● **Directions for this task**
From the records, pick out and copy each line containing "Self".

[Saved entries]
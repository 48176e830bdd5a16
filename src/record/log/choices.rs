//! What a person decided about a log, in place of what would be recognised.

use super::preamble::SettingFrom;
use crate::bench::reader::Reader;
use crate::fault::Faults;
use crate::record::choices::Choices;
use crate::tree::Tree;

/// Decisions that overrule what is recognised; whatever is absent is recognised from the text.
#[derive(Debug, Clone, Default, PartialEq)]
pub struct LogChoices {
    /// How the table is cut and what its columns hold.
    pub table: Choices,
    /// The words of the status column that mean good; nothing means the usual ones.
    pub good_status: Option<Vec<String>>,
    /// Where the meter's wavelength setting is taken from: from the file if it says so, or from the bench.
    pub setting: SettingFrom,
}

impl LogChoices {
    /// The entries that it may have.
    pub const KEYS: [&'static str; 6] =
        ["delimiter", "decimal_mark", "first_row", "columns", "good_status", "setting"];

    /// Reads choices as they come from outside; all faults at once, each under `pointer`.
    pub fn from_tree(tree: &Tree, pointer: &str) -> Result<LogChoices, Faults> {
        let mut reader = Reader::strict();
        let map = reader.part(Some(tree), pointer, &Self::KEYS).unwrap_or(&Tree::Null);
        let own = |key: &str| matches!(key, "good_status" | "setting") || !Self::KEYS.contains(&key);
        let rest = match map {
            Tree::Map(entries) => Tree::Map(entries.iter().filter(|(key, _)| !own(key)).cloned().collect()),
            other => other.clone(),
        };
        let at = |key: &str| format!("{pointer}/{key}");
        let setting = reader.word(map.get("setting"), &at("setting"), SettingFrom::WORDS);
        let words = reader.list(map.get("good_status"), &at("good_status"));
        let good_status = words.map(<[Tree]>::to_vec).map(|words| {
            let word = |(index, word): (usize, &Tree)| {
                reader.text(Some(word), &format!("{pointer}/good_status/{index}")).trim().to_owned()
            };
            words.iter().enumerate().map(word).collect()
        });
        let table = Choices::from_tree(&rest, pointer).map_err(|found| reader.faults.extend(found)).ok();
        match table {
            Some(table) if reader.faults.is_empty() => {
                Ok(LogChoices { table, good_status, setting: setting.unwrap_or_default() })
            }
            _ => Err(reader.faults),
        }
    }
}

● **Result of this exercise**
        let map = reader.part(Some(tree), pointer, &Self::KEYS).unwrap_or(&Tree::Null);
        let own = |key: &str| matches!(key, "good_status" | "setting") || !Self::KEYS.contains(&key);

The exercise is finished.